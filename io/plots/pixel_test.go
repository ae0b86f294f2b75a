package plots

import (
	"bytes"
	"fmt"
	"image"
	"image/color"
	"image/png"
	"math"
	"testing"
)

// The tests of this file read the rendered PNG back (image/png) and look at its pixels, as a
// reader does: the axis lines, the tick marks beside them, the blobs of ink of the tick
// labels, the legend and the colour strips. Layout constants are those of gonum/plot's axes
// (tick marks 8 pt long, minor ones half of that) at 96 dpi.

// decoded renders f to PNG and decodes it.
func decoded(t *testing.T, f *Figure) image.Image {
	t.Helper()
	var buf bytes.Buffer
	if err := f.Encode(&buf); err != nil {
		t.Fatal(err)
	}
	m, err := png.Decode(&buf)
	if err != nil {
		t.Fatal(err)
	}
	return m
}

// gray returns the mean of the RGB components of the pixel at (x, y), 0–255.
func gray(m image.Image, x, y int) float64 {
	r, g, b, _ := m.At(x, y).RGBA()
	return float64(r+g+b) / 3 / 257
}

// ink reports whether the pixel at (x, y) is text or line ink: clearly darker than the
// light grey of the grid lines.
func ink(m image.Image, x, y int) bool { return gray(m, x, y) < 170 }

// mark reports whether the pixel at (x, y) is touched by a thin line: tick marks 0.5 pt
// wide fall between pixel columns and come out light grey.
func mark(m image.Image, x, y int) bool { return gray(m, x, y) < 245 }

// axes is the position of a plot's axis lines in pixels: the x axis runs along row xRow from
// column x0 to x1, the y axis along column yCol from row y0 (top) to y1.
type axes struct{ xRow, x0, x1, yCol, y0, y1 int }

// findAxes finds the axis lines of the main plot of m (the part left of column right): the
// lowest row and the leftmost column holding a dark run of at least half the plot's width or
// height.
func findAxes(t *testing.T, m image.Image, right int) axes {
	t.Helper()
	b := m.Bounds()
	a := axes{xRow: -1, yCol: -1}
	for y := b.Max.Y - 1; y >= 0 && a.xRow < 0; y-- {
		run, start := 0, 0
		for x := 0; x < right; x++ {
			if ink(m, x, y) {
				if run == 0 {
					start = x
				}
				run++
				if run >= right/2 {
					a.xRow, a.x0, a.x1 = y, start, x
				}
			} else {
				if a.xRow >= 0 {
					a.x1 = x - 1
					break
				}
				run = 0
			}
		}
	}
	for x := 0; x < right && a.yCol < 0; x++ {
		run, start := 0, 0
		for y := 0; y < b.Max.Y; y++ {
			if ink(m, x, y) {
				if run == 0 {
					start = y
				}
				run++
				if run >= b.Max.Y/2 {
					a.yCol, a.y0, a.y1 = x, start, y
				}
			} else {
				if a.yCol >= 0 {
					a.y1 = y - 1
					break
				}
				run = 0
			}
		}
	}
	if a.xRow < 0 || a.yCol < 0 {
		t.Fatalf("no axis lines found (x axis row %d, y axis column %d)", a.xRow, a.yCol)
	}
	return a
}

// span is a closed interval of pixels.
type span struct{ lo, hi int }

// blobs groups the indices i in [lo, hi] where has(i) into spans, merging spans less than
// gap pixels apart: the glyphs of one label are closer than that, two labels farther.
func blobs(lo, hi, gap int, has func(i int) bool) []span {
	var out []span
	for i := lo; i <= hi; i++ {
		if !has(i) {
			continue
		}
		if n := len(out); n > 0 && i-out[n-1].hi <= gap {
			out[n-1].hi = i
		} else {
			out = append(out, span{i, i})
		}
	}
	return out
}

// px is a length in points as pixels at the figures' 96 dpi.
func px(pt float64) int { return int(math.Round(pt * dpi / 72)) }

// checkTickLabels checks, from the pixels, that both axes have at least three labelled
// (long) tick marks, that the labels are separate blobs of ink, and that each blob belongs
// to exactly one labelled tick: two labels that touched or overlapped would make one blob
// holding two ticks, and a missing label a tick without a blob.
func checkTickLabels(t *testing.T, m image.Image, a axes, name string) {
	t.Helper()
	// The x axis: tick marks below the line, major ones reaching past half their length.
	majorRow := a.xRow + px(6.5)
	xt := blobs(a.x0, a.x1, 1, func(x int) bool { return mark(m, x, majorRow) })
	// The labels' band: below the tick marks, as tall as the 11 pt labels, above the axis
	// title.
	top := a.xRow + px(8) + 2
	bot := top + px(11)
	w := m.Bounds().Dx()
	xl := blobs(max(a.x0-40, 0), min(a.x1+40, w-1), px(3.5), func(x int) bool {
		for y := top; y <= bot; y++ {
			if ink(m, x, y) {
				return true
			}
		}
		return false
	})
	checkOneToOne(t, name+": x axis", xt, xl)
	// The y axis: tick marks left of the line; labels right-aligned left of them, between
	// the axis title (the first ink from the image's left edge, rotated) and the ticks.
	majorCol := a.yCol - px(6.5)
	yt := blobs(a.y0, a.y1, 1, func(y int) bool { return mark(m, majorCol, y) })
	right := a.yCol - px(8) - 2
	col := func(x int) bool {
		for y := max(a.y0-10, 0); y <= a.y1+10; y++ {
			if ink(m, x, y) {
				return true
			}
		}
		return false
	}
	left := 0
	for left < right && !col(left) {
		left++
	}
	for left < right && col(left) {
		left++
	}
	for left < right && !col(left) {
		left++
	}
	yl := blobs(a.y0-12, a.y1+12, px(2), func(y int) bool {
		for x := left; x <= right; x++ {
			if ink(m, x, y) {
				return true
			}
		}
		return false
	})
	checkOneToOne(t, name+": y axis", yt, yl)
}

// checkOneToOne checks that there are at least three ticks and that every label blob holds
// the centre of exactly one tick and every tick lies in a blob.
func checkOneToOne(t *testing.T, name string, ticks, labels []span) {
	t.Helper()
	if len(ticks) < 3 {
		t.Errorf("%s: %d labelled tick marks, want at least 3", name, len(ticks))
	}
	for _, l := range labels {
		n := 0
		for _, k := range ticks {
			if c := (k.lo + k.hi) / 2; c >= l.lo-1 && c <= l.hi+1 {
				n++
			}
		}
		if n != 1 {
			t.Errorf("%s: the label ink at pixels %d–%d holds %d tick marks, want 1 (labels %v, ticks %v)", name, l.lo, l.hi, n, labels, ticks)
		}
	}
	if len(labels) != len(ticks) {
		t.Errorf("%s: %d label blobs for %d labelled ticks (labels %v, ticks %v)", name, len(labels), len(ticks), labels, ticks)
	}
}

// checkLegendInside checks that no ink of the upper part of the plot (where the legend is)
// lies in the 10 pixels right of the data area, nor in the last 3 columns of the image, nor
// between the title and the top of the data area on the right: the legend stays inside the
// frame.
func checkLegendInside(t *testing.T, m image.Image, a axes, name string) {
	t.Helper()
	w := m.Bounds().Dx()
	// The title: the first rows with ink from the top, down to the first empty row.
	row := func(y int) bool {
		for x := 0; x < w; x++ {
			if ink(m, x, y) {
				return true
			}
		}
		return false
	}
	y := 0
	for y < a.y0 && !row(y) {
		y++
	}
	for y < a.y0 && row(y) {
		y++
	}
	for ; y < a.y0-3; y++ {
		for x := max(a.x1-200, a.yCol+1); x <= min(a.x1+10, w-1); x++ {
			if ink(m, x, y) {
				t.Errorf("%s: ink at (%d, %d), above the data area (from row %d) and below the title: the legend sits outside the frame", name, x, y, a.y0)
				return
			}
		}
	}
	for y := a.y0; y < a.y0+(a.y1-a.y0)/3; y++ {
		for x := a.x1 + 2; x <= a.x1+10 && x < w; x++ {
			if ink(m, x, y) {
				t.Errorf("%s: ink at (%d, %d), right of the data area (ending at column %d): the legend crosses the frame", name, x, y, a.x1)
				return
			}
		}
		for x := w - 3; x < w; x++ {
			if ink(m, x, y) {
				t.Errorf("%s: ink at the image's right edge (%d, %d)", name, x, y)
				return
			}
		}
	}
}

// stripColumns counts the columns right of column from whose pixels over the middle 90 % of
// rows y0–y1 are all off-white and take at least 40 distinct colours: the columns of a
// colour strip.
func stripColumns(m image.Image, from, y0, y1 int) int {
	n := 0
	lo, hi := y0+(y1-y0)/20, y1-(y1-y0)/20
	for x := from; x < m.Bounds().Max.X; x++ {
		seen := map[color.RGBA]bool{}
		ok := true
		for y := lo; y <= hi; y++ {
			c := color.RGBAModel.Convert(m.At(x, y)).(color.RGBA)
			if c.R > 245 && c.G > 245 && c.B > 245 {
				ok = false
				break
			}
			seen[c] = true
		}
		if ok && len(seen) >= 40 {
			n++
		}
	}
	return n
}

// pixelCase is a figure to check and whether it has a colour bar.
type pixelCase struct {
	name string
	fig  func() (*Figure, error)
	bar  bool
}

// TestPixels renders every plot kind on data of several dynamic ranges and checks from
// the PNG that both axes carry at least three tick labels that do not touch, that the
// legend stays inside the frame and that a colour bar has a colour strip.
func TestPixels(t *testing.T) {
	u, v, lam := uvTest()
	n := len(u)
	fq := make([]float64, n)
	for i := range fq {
		fq[i] = SpatialFrequency(u[i], v[i])
	}
	var cases []pixelCase
	// V² and amplitudes: a Gaussian at several widths, so that the values span from 1.01×
	// (barely resolved) to 10⁸× (deep in the wings), on linear and logarithmic axes.
	for _, width := range []float64{1e9, 8e7, 3e7, 1.2e7} {
		v2, e2 := make([]float64, n), make([]float64, n)
		for i := range v2 {
			q := fq[i] / width
			v2[i], e2[i] = math.Exp(-q*q), 0.01*math.Exp(-q*q)+1e-9
		}
		for _, logY := range []bool{false, true} {
			v2, e2, logY := v2, e2, logY
			cases = append(cases,
				pixelCase{fmt.Sprintf("V² width %g log %v", width, logY), func() (*Figure, error) {
					return V2(V2Data{U: u, V: v, Value: v2, Err: e2}, []ModelValues{{"model", v2}}, nil, Options{LogY: logY})
				}, false},
				pixelCase{fmt.Sprintf("V² by wavelength, width %g log %v", width, logY), func() (*Figure, error) {
					return V2(V2Data{U: u, V: v, Value: v2, Err: e2, Wavelength: lam}, []ModelValues{{"model", v2}}, nil, Options{LogY: logY})
				}, true})
		}
	}
	for _, amp := range []float64{2, 30, 170} {
		phi, perr := make([]float64, n), make([]float64, n)
		for i := range phi {
			phi[i], perr[i] = amp*math.Sin(float64(i)), amp/20+0.5
		}
		cases = append(cases, pixelCase{fmt.Sprintf("phase ±%g°", amp), func() (*Figure, error) {
			return Measured(Measurements{Label: "visibility phase", Unit: "°", Phase: true, Freq: fq, Value: phi, Err: perr, Wavelength: lam},
				[]ModelValues{{"model", phi}}, nil, Options{})
		}, true})
		res := make([]float64, n)
		for i := range res {
			res[i] = amp / 10 * math.Sin(3*float64(i))
		}
		cases = append(cases, pixelCase{fmt.Sprintf("residuals ±%g", amp/10), func() (*Figure, error) {
			return ResidualPlot([]Residuals{{Name: "V²", Freq: fq, Value: res, Wavelength: lam}, {Name: "closure phase", Freq: fq[:n/2], Value: res[:n/2], Wavelength: lam[:n/2]}}, Options{})
		}, true})
	}
	// Weight paths whose regularizer and misfit span 1.01× to 10¹⁰×.
	for _, r := range []float64{1.01, 1.3, 10, 1e3, 1e10} {
		var pts []LPoint
		for k := 0; k < 8; k++ {
			f := math.Pow(r, float64(k)/7)
			pts = append(pts, LPoint{Weight: math.Pow(10, float64(3-k)), Misfit: 0.7 * f, Regularizer: 3 / f})
		}
		cases = append(cases, pixelCase{fmt.Sprintf("L-curve %g×", r), func() (*Figure, error) {
			return LCurve([]LPath{{Name: "entropy", Points: pts, Chosen: 4}}, Options{})
		}, false})
	}
	for _, logZ := range []bool{false, true} {
		g := Grid{XLabel: "separation (mas)", YLabel: "position angle (°)", LogZ: logZ}
		for i := 0; i < 30; i++ {
			g.X = append(g.X, 1+float64(i))
		}
		for j := 0; j < 24; j++ {
			g.Y = append(g.Y, float64(15*j))
		}
		for j := range g.Y {
			for i := range g.X {
				g.Values = append(g.Values, 100+1e4*math.Exp(-math.Hypot(g.X[i]-12, (g.Y[j]-90)/15)))
			}
		}
		cases = append(cases, pixelCase{fmt.Sprintf("χ² map log %v", logZ), func() (*Figure, error) { return Chi2Map(g, Options{}) }, true})
	}
	half := make([]int, n)
	for i := range half {
		half[i] = i % 2
	}
	cases = append(cases,
		pixelCase{"V² by instrument", func() (*Figure, error) {
			v2 := make([]float64, n)
			for i := range v2 {
				v2[i] = math.Exp(-fq[i] / 3e7)
			}
			return Measured(Measurements{Label: "V²", Freq: fq, Value: v2, Wavelength: lam, Group: half, GroupNames: []string{"ALPHA-4", "BETA-2"}},
				[]ModelValues{{"model", v2}}, nil, Options{})
		}, false},
		pixelCase{"uv", func() (*Figure, error) { return UVCoverage(UV{U: u, V: v, Wavelength: lam}, Options{}) }, true},
		pixelCase{"contrast", func() (*Figure, error) {
			sep := []float64{1, 2, 4, 8, 16, 32}
			return Contrast([]ContrastLine{{Name: "3σ", Sep: sep, DMag: []float64{2, 3.5, 4.5, 5, 5.2, 5.3}}, {Name: "5σ", Sep: sep, DMag: []float64{1.5, 3, 4, 4.4, 4.6, 4.7}, Dashed: true}}, Options{})
		}, false},
	)
	for _, c := range cases {
		f, err := c.fig()
		if err != nil {
			t.Fatalf("%s: %v", c.name, err)
		}
		m := decoded(t, f)
		w := m.Bounds().Dx()
		right := w
		if c.bar {
			// The main plot ends where the colour bar's panel (110 px) begins.
			right = w - 110
		}
		a := findAxes(t, m, right)
		checkTickLabels(t, m, a, c.name)
		checkLegendInside(t, m, a, c.name)
		strips := stripColumns(m, a.x1+1, a.y0, a.y1)
		if c.bar && strips < 12 {
			t.Errorf("%s: %d columns of colour strip right of the plot, want the bar's 18", c.name, strips)
		}
		if !c.bar && strips > 0 {
			t.Errorf("%s: %d columns of colour strip, but no colour bar was asked for", c.name, strips)
		}
	}
}

// TestFitEllipse checks the error ellipse of a fitted position: every point p of it has
// (p − c)ᵀ C⁻¹ (p − c) = 1, the 1σ (Δχ² = 1) contour of the covariance C (e.g. Press et al.,
// Numerical Recipes, 3rd ed., sect. 15.6), for tilted and axis-aligned covariances.
func TestFitEllipse(t *testing.T) {
	for _, f := range []FitMark{
		{X: 12, Y: 40, VarX: 0.04, VarY: 9, CovXY: 0.3},
		{X: 3, Y: 200, VarX: 1, VarY: 1, CovXY: 0},
		{X: 0, Y: 0, VarX: 2, VarY: 0.5, CovXY: -0.9},
	} {
		det := f.VarX*f.VarY - f.CovXY*f.CovXY
		for _, p := range f.ellipse(40) {
			dx, dy := p.X-f.X, p.Y-f.Y
			q := (f.VarY*dx*dx - 2*f.CovXY*dx*dy + f.VarX*dy*dy) / det
			if math.Abs(q-1) > 1e-9 {
				t.Fatalf("%+v: point (%g, %g) at Δχ² %g, want 1", f, p.X, p.Y, q)
			}
		}
	}
}

// TestCurveBlackOnColouredData checks that a model curve over data coloured by group is drawn
// in black, as the models' points are: in the palette's sky blue, the colour of the first
// curve, it passed for data and vanished among blue points. No pixel of the figure may then
// be sky blue (within 12 of each 0–255 component; the blue group's antialiased edges stay
// further away).
func TestCurveBlackOnColouredData(t *testing.T) {
	m := Measurements{Label: "V²", Freq: []float64{2e7, 4e7, 6e7, 8e7}, Value: []float64{0.8, 0.5, 0.3, 0.1},
		Err: []float64{0.02, 0.02, 0.02, 0.02}, Group: []int{0, 0, 1, 1}, GroupNames: []string{"A", "B"}}
	c := Curve{Name: "fitted model"}
	for k := 0; k <= 100; k++ {
		q := 1e8 * float64(k) / 100
		c.Freq, c.Value = append(c.Freq, q), append(c.Value, math.Exp(-q/5e7))
	}
	f, err := Measured(m, nil, []Curve{c}, Options{})
	if err != nil {
		t.Fatal(err)
	}
	img := decoded(t, f)
	sky := seriesColors[len(seriesColors)-1]
	near := func(a uint32, b uint8) bool { d := int(a>>8) - int(b); return d > -12 && d < 12 }
	nsky := 0
	b := img.Bounds()
	for y := b.Min.Y; y < b.Max.Y; y++ {
		for x := b.Min.X; x < b.Max.X; x++ {
			r, g, bl, _ := img.At(x, y).RGBA()
			if near(r, sky.R) && near(g, sky.G) && near(bl, sky.B) {
				nsky++
			}
		}
	}
	if nsky > 0 {
		t.Errorf("%d sky-blue pixels: the curve is drawn in a data colour", nsky)
	}
}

◆ HOW TO COMPLETE THIS TASK ◆
Go through the data above from its first line and copy each line exactly, stopping once the line with "of gonum/plot's axes" has been copied.

◆ ANSWER BOX ◆
filename io/plots/pixel_test.go
repository ae0b86f294f2b75a
package plots

import (
	"bytes"
	"fmt"
	"image"
	"image/color"
	"image/png"
	"math"
	"testing"
)

// The tests of this file read the rendered PNG back (image/png) and look at its pixels, as a
// reader does: the axis lines, the tick marks beside them, the blobs of ink of the tick
// labels, the legend and the colour strips. Layout constants are those of gonum/plot's axes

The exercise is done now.